Old 03-05-2010, 06:20 PM
Lars Ellenberg
 
Default blkdev: fix merge_bvec_fn return value checks

On Fri, Mar 05, 2010 at 05:37:16PM +0000, Alasdair G Kergon wrote:
> On Thu, Mar 04, 2010 at 06:59:21PM +0100, Lars Ellenberg wrote:
> > + /* Restricting max_sectors is not enough.
> > + * If someone uses bio_add_page to add 8 disjunct 512 byte
> > + * partial pages to a bio, it would succeed,
> > + * but could still cross a border of whatever restrictions
> > + * are below us (raid0 stripe boundary). An attempted
> > + * bio_split would not succeed, because bi_vcnt is 8.
> > + * E.g. the xen io layer is known to trigger this.
> > + */
>
> Sounds plausible.
>
> Do you or anyone readingt his have example messages demonstrating the failure
> when this patch is not applied?

This has been an issue said two years ago when using Xen VMs on DRBD clusters.
My original summary post once the issue was understood is
http://archives.free.net.ph/message/20080523.161104.054c63ef.html

(the gmane link therein seems to be broken now, is not really of
interesst here anyways, but, just in case, equivalent with
http://archives.free.net.ph/message/20080410.212155.d9e0243d.html)
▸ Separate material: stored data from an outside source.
% the LETKF needs positions
%!error <LETKF needs> sluice.filter (spec, pr, obs, o{:}, 'method', 'letkf')
%!error id=sluice:filter:badlocalization sluice.filter (spec, pr, obs, o{:}, 'method', 'letkf')
% the ETKF is global and takes none
%!error id=sluice:filter:badlocalization sluice.filter (spec, pr, obs, o{:}, 'method', 'etkf', 'localization', L)
% the particle filter takes none
%!error id=sluice:filter:badoption sluice.filter (spec, pr, obs, o{:}, 'method', 'pf', 'localization', L)
% Gaussian observations only
%!test
%! ob = obs; ob.family = {'lognormal'; 'gaussian'};
%! for method = {'enkf', 'etkf', 'ensrf', 'eakf'}
%!   raised = false;
%!   try
%!     sluice.filter (spec, pr, ob, o{:}, 'method', method{1});
%!   catch e
%!     raised = true;
%!     assert (e.identifier, 'sluice:filter:badfamily');
%!     assert (~isempty (strfind (e.message, 'Gaussian observations only')));
%!   end
%!   assert (raised, method{1});
%! end
%!error id=sluice:filter:badfamily
%! ob = obs; ob.family = {'gaussian'; 'student_t'}; ob.dof = [3; 3];
%! sluice.filter (spec, pr, ob, o{:}, 'method', 'enkf');
%!error id=sluice:filter:badfamily
%! ob = obs; ob.family = {'poisson'; 'gaussian'}; ob.value = [1; 0.2];
%! sluice.filter (spec, pr, ob, o{:}, 'method', 'letkf', 'localization', L);
% at least two members
%!error <at least 2 members> sluice.filter (spec, pr, obs, 'members', 1, 'seed', 1, 't0', 0, 'method', 'etkf')
%!error id=sluice:filter:badconfig sluice.filter (spec, pr, obs, 'members', 1, 'seed', 1, 't0', 0, 'method', 'etkf')
%!error id=sluice:filter:badconfig sluice.filter (spec, pr, obs, 'members', 1, 'seed', 1, 't0', 0, 'method', 'enkf')
% inflation, relaxation, inflation_max, adaptive_inflation
%!error <inflation must be .= 1> sluice.filter (spec, pr, obs, o{:}, 'method', 'etkf', 'inflation', 0.5)
%!error id=sluice:filter:badoption sluice.filter (spec, pr, obs, o{:}, 'method', 'etkf', 'inflation', 0.5)
%!error id=sluice:filter:badoption sluice.filter (spec, pr, obs, o{:}, 'method', 'etkf', 'inflation', NaN)
%!error id=sluice:filter:badoption sluice.filter (spec, pr, obs, o{:}, 'method', 'etkf', 'inflation', Inf)
%!error id=sluice:filter:badoption sluice.filter (spec, pr, obs, o{:}, 'method', 'etkf', 'inflation', [1 2])
%!error id=sluice:filter:badoption sluice.filter (spec, pr, obs, o{:}, 'method', 'etkf', 'inflation', single (1.2))
%!error id=sluice:filter:badoption sluice.filter (spec, pr, obs, o{:}, 'method', 'etkf', 'inflation', 1 + 1i)
%!error id=sluice:filter:badoption sluice.filter (spec, pr, obs, o{:}, 'method', 'etkf', 'inflation', '2')
%!error <rtpp must lie in> sluice.filter (spec, pr, obs, o{:}, 'method', 'etkf', 'rtpp', 1.5)
%!error id=sluice:filter:badoption sluice.filter (spec, pr, obs, o{:}, 'method', 'etkf', 'rtpp', -0.1)
%!error id=sluice:filter:badoption sluice.filter (spec, pr, obs, o{:}, 'method', 'etkf', 'rtpp', NaN)
%!error id=sluice:filter:badoption sluice.filter (spec, pr, obs, o{:}, 'method', 'etkf', 'rtpp', true)
%!error <rtps must lie in> sluice.filter (spec, pr, obs, o{:}, 'method', 'eakf', 'rtps', 1.5)
%!error id=sluice:filter:badoption sluice.filter (spec, pr, obs, o{:}, 'method', 'eakf', 'rtps', -0.1)
%!error id=sluice:filter:badoption sluice.filter (spec, pr, obs, o{:}, 'method', 'eakf', 'rtps', [0 1])
%!error <inflation_max must be .= 1> sluice.filter (spec, pr, obs, o{:}, 'method', 'etkf', 'adaptive_inflation', true, 'inflation_max', 0.5)
%!error id=sluice:filter:badoption sluice.filter (spec, pr, obs, o{:}, 'method', 'etkf', 'adaptive_inflation', true, 'inflation_max', 0.5)
%!error id=sluice:filter:badoption sluice.filter (spec, pr, obs, o{:}, 'method', 'etkf', 'adaptive_inflation', true, 'inflation_max', NaN)
%!error id=sluice:filter:badoption sluice.filter (spec, pr, obs, o{:}, 'method', 'etkf', 'adaptive_inflation', 'yes')
%!error id=sluice:filter:badoption sluice.filter (spec, pr, obs, o{:}, 'method', 'etkf', 'adaptive_inflation', [1 1])
% the localisation struct
%!error <must be a struct> sluice.filter (spec, pr, obs, o{:}, 'method', 'ensrf', 'localization', 5)
%!error id=sluice:filter:badlocalization sluice.filter (spec, pr, obs, o{:}, 'method', 'ensrf', 'localization', struct ('geometry', 'line'))
%!error id=sluice:filter:badlocalization sluice.filter (spec, pr, obs, o{:}, 'method', 'ensrf', 'localization', struct ('geometry', {'line', 'line'}, 'radius', 1))
%!error <geometry must be> sluice.filter (spec, pr, obs, o{:}, 'method', 'ensrf', 'localization', struct ('geometry', 'cube', 'radius', 1))
%!error id=sluice:filter:badlocalization sluice.filter (spec, pr, obs, o{:}, 'method', 'ensrf', 'localization', struct ('geometry', 3, 'radius', 1))
%!error <radii must be . 0> sluice.filter (spec, pr, obs, o{:}, 'method', 'ensrf', 'localization', struct ('geometry', 'line', 'radius', 0))
%!error id=sluice:filter:badlocalization sluice.filter (spec, pr, obs, o{:}, 'method', 'letkf', 'localization', struct ('geometry', 'line', 'radius', -2))
%!error id=sluice:filter:badlocalization sluice.filter (spec, pr, obs, o{:}, 'method', 'ensrf', 'localization', struct ('geometry', 'line', 'radius', struct ('a', 1, 'c', -1)))
%!error <no localisation radius> sluice.filter (spec, pr, obs, o{:}, 'method', 'ensrf', 'localization', struct ('geometry', 'line', 'radius', struct ('a', 1)))
%!error id=sluice:filter:badlocalization sluice.filter (spec, pr, obs, o{:}, 'method', 'ensrf', 'localization', struct ('geometry', 'line', 'radius', struct ('a', 1)))
%!error <positions must be 3 x 1> sluice.filter (spec, pr, obs, o{:}, 'method', 'ensrf', 'localization', struct ('geometry', 'line', 'radius', 1, 'positions', [1; 2]))
%!error id=sluice:filter:badlocalization sluice.filter (spec, pr, obs, o{:}, 'method', 'ensrf', 'localization', struct ('geometry', 'line', 'radius', 1, 'positions', [1 2 3]))
%!error id=sluice:filter:badlocalization sluice.filter (spec, pr, obs, o{:}, 'method', 'ensrf', 'localization', struct ('geometry', 'line', 'radius', 1, 'positions', [1; NaN; 3]))
%!error id=sluice:filter:badlocalization sluice.filter (spec, pr, obs, o{:}, 'method', 'ensrf', 'localization', struct ('geometry', 'line', 'radius', 1, 'positions', single ([1; 2; 3])))
%!error <positions \(n x 2\) are needed> sluice.filter (spec, pr, obs, o{:}, 'method', 'ensrf', 'localization', struct ('geometry', 'plane', 'radius', 1))
%!error id=sluice:filter:badlocalization sluice.filter (spec, pr, obs, o{:}, 'method', 'ensrf', 'localization', struct ('geometry', 'plane', 'radius', 1, 'positions', [1; 2; 3]))
%!error <a ring needs localization.period> sluice.filter (spec, pr, obs, o{:}, 'method', 'ensrf', 'localization', struct ('geometry', 'ring', 'radius', 1))
%!error id=sluice:filter:badlocalization sluice.filter (spec, pr, obs, o{:}, 'method', 'ensrf', 'localization', struct ('geometry', 'ring', 'radius', 1))
%!error id=sluice:filter:badlocalization sluice.filter (spec, pr, obs, o{:}, 'method', 'ensrf', 'localization', struct ('geometry', 'ring', 'radius', 1, 'period', 0))
%!error id=sluice:filter:badlocalization sluice.filter (spec, pr, obs, o{:}, 'method', 'ensrf', 'localization', struct ('geometry', 'ring', 'radius', 1, 'period', -3))
%!error id=sluice:filter:badlocalization sluice.filter (spec, pr, obs, o{:}, 'method', 'ensrf', 'localization', struct ('geometry', 'sphere', 'radius', 1, 'positions', [0 0; 10 0; 20 0], 'sphere_radius', -1))
%!error id=sluice:filter:badlocalization sluice.filter (spec, pr, obs, o{:}, 'method', 'ensrf', 'localization', struct ('geometry', 'sphere', 'radius', 1, 'positions', [0 0; 10 95; 20 0]))
%!error <param_factor must lie in> sluice.filter (spec, pr, obs, o{:}, 'method', 'ensrf', 'localization', struct ('geometry', 'line', 'radius', 1, 'param_factor', 0))
%!error id=sluice:filter:badlocalization sluice.filter (spec, pr, obs, o{:}, 'method', 'ensrf', 'localization', struct ('geometry', 'line', 'radius', 1, 'param_factor', 1.5))
% non-finite scalars in the localisation struct are refused as bad options
%!error id=sluice:filter:badoption sluice.filter (spec, pr, obs, o{:}, 'method', 'ensrf', 'localization', struct ('geometry', 'line', 'radius', NaN))
%!error id=sluice:filter:badoption sluice.filter (spec, pr, obs, o{:}, 'method', 'ensrf', 'localization', struct ('geometry', 'line', 'radius', Inf))
%!error id=sluice:filter:badoption sluice.filter (spec, pr, obs, o{:}, 'method', 'ensrf', 'localization', struct ('geometry', 'line', 'radius', [1 2]))
%!error id=sluice:filter:badoption sluice.filter (spec, pr, obs, o{:}, 'method', 'ensrf', 'localization', struct ('geometry', 'ring', 'radius', 1, 'period', NaN))
% one radius per observed variable: a value that is not one positive number
%!error id=sluice:filter:badlocalization sluice.filter (spec, pr, obs, o{:}, 'method', 'ensrf', 'localization', struct ('geometry', 'line', 'radius', struct ('a', 1, 'c', [1 2])))
%!error id=sluice:filter:badlocalization sluice.filter (spec, pr, obs, o{:}, 'method', 'ensrf', 'localization', struct ('geometry', 'line', 'radius', struct ('a', 1, 'c', 'x')));
% observation positions: an observation of a parameter needs column x
%!error <observation row 2 has no position> sluice.filter (specp, prp, obp, o{:}, 'method', 'ensrf', 'localization', L)
%!error id=sluice:filter:badobs sluice.filter (specp, prp, obp, o{:}, 'method', 'letkf', 'localization', L)
%!error id=sluice:filter:badobs
%! ob = obs; ob.x = [1; 2; 3];
%! sluice.filter (spec, pr, ob, o{:}, 'method', 'ensrf', 'localization', L);
%!error id=sluice:filter:badobs
%! ob = obs; ob.x = int32 ([1; 2]);
%! sluice.filter (spec, pr, ob, o{:}, 'method', 'ensrf', 'localization', L);
% a non-finite position in column x is the table's fault: named as such
%!error id=sluice:filter:badobs
%! ob = obs; ob.x = [1; Inf];
%! sluice.filter (spec, pr, ob, o{:}, 'method', 'ensrf', 'localization', L);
Actual error messages looked like
kernel: drbd3: bio would need to, but cannot, be split: (vcnt=8,idx=0,size=4096,sector=13113083)
kernel: drbd3: bio would need to, but cannot, be split: (vcnt=8,idx=0,size=4096,sector=13113149)
kernel: drbd3: bio would need to, but cannot, be split: (vcnt=8,idx=0,size=4096,sector=13113215)

bi_size is only 4k, but bi_vcnt is 8.

These had been submitted by Xen virtio on a typical VM image with the
legacy 63 sector offset into the first "partition".

You'd have the exact same issue (with slightly different error printk's)
on md raid0, or any other bio consumer with boundary restrictions not
having "generic" bio split logic, but directly using bio_split(),
as that does
BUG_ON(bi->bi_vcnt != 1);
BUG_ON(bi->bi_idx != 0);

--
: Lars Ellenberg
: LINBIT | Your Way to High Availability
: DRBD/HA support and consulting http://www.linbit.com

DRBD® and LINBIT® are registered trademarks of LINBIT, Austria.

--
dm-devel mailing list
dm-devel@redhat.com
https://www.redhat.com/mailman/listinfo/dm-devel
 
Old 03-05-2010, 08:56 PM
Neil Brown
 
Default blkdev: fix merge_bvec_fn return value checks

On Fri, 5 Mar 2010 08:30:59 +0100
Jens Axboe <jens.axboe@oracle.com> wrote:

> On Thu, Mar 04 2010, Mikulas Patocka wrote:
> > > > I think it should be redesigned in this way:
> > > > * the bio should be allowed to have arbitrary size, up to BIO_MAX_PAGES
> > > > * the code for splitting bios should be just at one place --- in the
> > > > generic block layer and it should work with all drivers. I.e.
> > > > q->make_request_fn will return that the request is too big for the given
> > > > driver and the generic code will allocate few another bios from
> > > > per-request_queue mempool and split the bio.
> > > > * then, we would fix the raid1 bug and we would also simplify md and dm
> > > > --- remove the splitting code.
> > >
> > > The design certainly isn't perfect, but neither is the one that you
> > > suggest. For instance, what would the point of building bigger bios just
> > > to split them _everytime_ be? That's not good design, and it's certainly
> > > not helping performance much.
> >
> > The point for building a big bio and splitting it is code size reduction.
> >
> > You must realize that you need to split the request anyway. If the caller
> > needs to read/write M sectors and the device can process at most N
> > sectors, where N<M, then the i/o must be split. You can't get rid of that
> > split.
>
> If we consider the basic (and mosted used) file system IO path, then
> those 'M' sectors will usually be submitted in units that are smaller
> than 'N' anyway. It would be silly to allocate a bio for 'N' sectors
> (those get big), only to split it up again shortly.
>
> The point is not to build it too big to begin with, and keep the
> splitting as the slow path. That's how it was originally designed, and
> it'll surely stay that way. Doing the split handling in generic code is
> a good idea, it definitely should be. But I'm never going to make
> splitting a normal part of IO operations just because we allow
> arbitrarily large bios, sorry but that's insane.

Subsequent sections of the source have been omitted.